#### Exercise requirements:
From the data below, retype exactly the lines starting with the one that contains "the formula, or" and ending with the one that contains "const bool within", both included.

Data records
·····

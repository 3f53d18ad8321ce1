#include <Eigen/Dense>
#include <algorithm>
#include <bathwright/activity/model.hpp>
#include <bathwright/speciation/components.hpp>
#include <cmath>
#include <limits>
#include <optional>
#include <set>

namespace bathwright::speciation {
namespace {

using matter::Formula;

std::set<std::string> heavy_elements(const Formula& formula) {
  std::set<std::string> elements;
  for (const matter::Atom& atom : formula.atoms())
    if (atom.element != "H" && atom.element != "O") elements.insert(atom.element);
  return elements;
}

struct Candidate {
  std::string name;
  Formula formula;
};

constexpr double integer_tolerance = 1e-9;

bool is_positive_integer(double x) { return x > 0.5 && std::abs(x - std::round(x)) < integer_tolerance; }

/// Whether the chosen species with free H^+ (optional) and H2O (optional) make up the formula exactly; the
/// coefficients of the species, then H^+, then H2O.
std::optional<Eigen::VectorXd> coefficients(const Formula& formula,
                                            const std::vector<const Candidate*>& chosen,
                                            bool free_protons_and_water) {
  std::set<std::string> elements{"H", "O"};
  for (const auto& element : heavy_elements(formula)) elements.insert(element);
  const auto rows = static_cast<Eigen::Index>(elements.size() + 1);
  const auto n = static_cast<Eigen::Index>(chosen.size());
  Eigen::MatrixXd A = Eigen::MatrixXd::Zero(rows, n + (free_protons_and_water ? 2 : 0));
  Eigen::VectorXd b(rows);
  Eigen::Index row = 0;
  for (const std::string& element : elements) {
    for (Eigen::Index k = 0; k < n; ++k)
      A(row, k) = chosen[static_cast<std::size_t>(k)]->formula.count(element);
    if (free_protons_and_water && element == "H") A(row, n) = 1, A(row, n + 1) = 2;
    if (free_protons_and_water && element == "O") A(row, n + 1) = 1;
    b(row++) = formula.count(element);
  }
  for (Eigen::Index k = 0; k < n; ++k) A(row, k) = chosen[static_cast<std::size_t>(k)]->formula.charge();
  if (free_protons_and_water) A(row, n) = 1;
  b(row) = formula.charge();
  const Eigen::ColPivHouseholderQR<Eigen::MatrixXd> qr(A);
  if (qr.rank() < A.cols()) return std::nullopt;
  Eigen::VectorXd x = qr.solve(b);
  if ((A * x - b).lpNorm<Eigen::Infinity>() > integer_tolerance) return std::nullopt;
  for (Eigen::Index k = 0; k < n; ++k)
    if (!is_positive_integer(x(k))) return std::nullopt;
  return x;
}

/// Whether every ligand the formula names by its token is named by a chosen species too: a saccharinate is no
/// mixture that happens to have its atoms.
bool keeps_ligands(const Formula& formula, const std::vector<const Candidate*>& chosen) {
  return std::ranges::all_of(formula.ligands(), [&](const std::string& ligand) {
    return std::ranges::any_of(chosen, [&](const Candidate* species) {
      return std::ranges::count(species->formula.ligands(), ligand) > 0;
    });
  });
}

/// Species of `names` that hold only elements of the formula, and at least one besides H and O.
std::vector<Candidate> candidates(const Formula& formula, const std::vector<std::string>& names) {
  const std::set<std::string> wanted = heavy_elements(formula);
  std::vector<Candidate> found;
  for (const std::string& name : names) {
    auto parsed = Formula::parse(name);
    if (!parsed) continue;
    const std::set<std::string> has = heavy_elements(*parsed);
    if (!has.empty() && std::includes(wanted.begin(), wanted.end(), has.begin(), has.end()))
      found.push_back({name, *std::move(parsed)});
  }
  return found;
}

/// Offers every set of up to four candidates, small sets first, until one is good enough (true).
template <class Offer>
void each_set(const std::vector<Candidate>& from, Offer offer) {
  constexpr std::size_t largest = 4;
  std::vector<const Candidate*> chosen;
  auto choose = [&](auto&& self, std::size_t start, std::size_t wanted) -> bool {
    if (wanted == 0) return offer(chosen);
    for (std::size_t i = start; i + wanted <= from.size(); ++i) {
      chosen.push_back(&from[i]);
      if (self(self, i + 1, wanted - 1)) return true;
      chosen.pop_back();
    }
    return false;
  };
  for (std::size_t size = 1; size <= std::min(largest, from.size()); ++size)
    if (choose(choose, 0, size)) return;
}

const SpeciesData* species_with_composition(const Formula& formula, const Equilibria& equilibria) {
  if (const auto named = equilibria.species().find(formula.text()); named != equilibria.species().end())
    return &named->second;
  for (const auto& [name, data] : equilibria.species()) {
    const auto parsed = Formula::parse(name);
    if (parsed && parsed->charge() == formula.charge() && matter::same_composition(*parsed, formula))
      return &data;
  }
  return nullptr;
}

}  // namespace

Result<Parts> parts_of(const Formula& formula, const Equilibria& equilibria) {
  if (heavy_elements(formula).empty()) {  // water, acid and alkali themselves
    const double protons = formula.charge(), oxygen = formula.count("O");
    if (formula.count("H") == 2 * oxygen + protons) {
      Parts parts;
      if (protons != 0) parts.basis["H^+"] = protons;
      parts.water = oxygen;
      return parts;
    }
  }
  // Several sets may fit the atoms (ammonium sulfate also reads as sulfamate, ammonia and water): the one
  // that makes or takes up least water beside the crystal water is what the formula means, and the smallest
  // of those.
  Parts parts;
  double least_water = std::numeric_limits<double>::infinity();
  each_set(candidates(formula, equilibria.basis()), [&](const auto& chosen) {
    const auto x = keeps_ligands(formula, chosen) ? coefficients(formula, chosen, true) : std::nullopt;
    if (!x) return false;
    const auto n = static_cast<Eigen::Index>(chosen.size());
    const double protons = (*x)(n), water = (*x)(n + 1), made = std::abs(water - formula.crystal_water());
    if (made > least_water - integer_tolerance) return false;
    least_water = made;
    parts = {};
    for (std::size_t k = 0; k < chosen.size(); ++k)
      parts.basis[chosen[k]->name] = std::round((*x)(static_cast<Eigen::Index>(k)));
    if (std::abs(protons) > integer_tolerance) parts.basis["H^+"] += std::round(protons);
    parts.water = std::abs(water) > integer_tolerance ? water : 0;
    return made < integer_tolerance;  // nothing makes less; among cyanides there are tens of thousands of sets
  });
  if (std::isfinite(least_water)) return parts;
  std::string known;
  for (const std::string& name : equilibria.basis())
    if (auto parsed = Formula::parse(name)) {
      const auto has = heavy_elements(*parsed), wanted = heavy_elements(formula);
      if (std::any_of(has.begin(), has.end(), [&](const auto& e) { return wanted.contains(e); }))
        known += (known.empty() ? "" : ", ") + name;
    }
  return Problem{Fault::out_of_range, formula.text(), "cannot be made up from the ions the engine knows",
                 known.empty() ? "elements with an equilibrium in the tables" : "a compound of " + known,
                 "Check the formula, or describe the species in a bath type."};
}

Composition nominal_ions(const Formula& formula, const Equilibria& equilibria) {
  if (formula.charge() != 0 || species_with_composition(formula, equilibria)) return {};
  const auto parts = parts_of(formula, equilibria);
  if (!parts) return {};
  // The salt without its crystal water: a reading into ions must not need to make or take up water.
  std::vector<std::string> names{"H^+", "OH^-"};
  for (const auto& [name, data] : equilibria.species()) {
    if (activity::charge_in_name(name) == 0 || name == "H^+" || name == "OH^-") continue;
    const bool within = std::all_of(data.made_of.begin(), data.made_of.end(), [&](const auto& entry) {
      return entry.first == "H^+" || parts->basis.contains(entry.first);
    });
    const bool one_ion = std::count_if(data.made_of.begin(), data.made_of.end(),
                                       [](const auto& entry) { return entry.first != "H^+"; }) == 1;
    if (within && one_ion) names.push_back(name);
  }
  std::vector<Candidate> ions;
  for (const std::string& name : names)
    if (auto parsed = Formula::parse(name)) ions.push_back({name, *std::move(parsed)});
  const auto dry = [&]() -> std::optional<Formula> {
    if (formula.crystal_water() == 0) return formula;
    const std::size_t dot = formula.text().find_first_of("\xC2.");
    auto parsed = Formula::parse(formula.text().substr(0, dot));
    return parsed ? std::optional<Formula>(*std::move(parsed)) : std::nullopt;
  }();
  if (!dry) return {};
  // Two ions are the rule; an acid or base whose anion keeps no proton is preferred (H2SO4 -> 2 H^+ +
  // SO4^2-).
  Composition best;
  for (std::size_t i = 0; i < ions.size(); ++i)
    for (std::size_t j = i + 1; j < ions.size(); ++j) {
      if (ions[i].formula.charge() * ions[j].formula.charge() > 0) continue;
      const auto x = coefficients(*dry, {&ions[i], &ions[j]}, false);
      if (!x) continue;
      Composition reading{{ions[i].name, std::round((*x)(0))}, {ions[j].name, std::round((*x)(1))}};
      const auto size = [](const Composition& c) {
        double total = 0;
        for (const auto& [name, count] : c) total += count;
        return total;
      };
      if (best.empty() || size(reading) > size(best)) best = std::move(reading);
    }
  return best;
}

}  // namespace bathwright::speciation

·····

#### Solution below:
                 "Check the formula, or describe the species in a bath type."};
}

Composition nominal_ions(const Formula& formula, const Equilibria& equilibria) {
  if (formula.charge() != 0 || species_with_composition(formula, equilibria)) return {};
  const auto parts = parts_of(formula, equilibria);
  if (!parts) return {};
  // The salt without its crystal water: a reading into ions must not need to make or take up water.
  std::vector<std::string> names{"H^+", "OH^-"};
  for (const auto& [name, data] : equilibria.species()) {
    if (activity::charge_in_name(name) == 0 || name == "H^+" || name == "OH^-") continue;
    const bool within = std::all_of(data.made_of.begin(), data.made_of.end(), [&](const auto& entry) {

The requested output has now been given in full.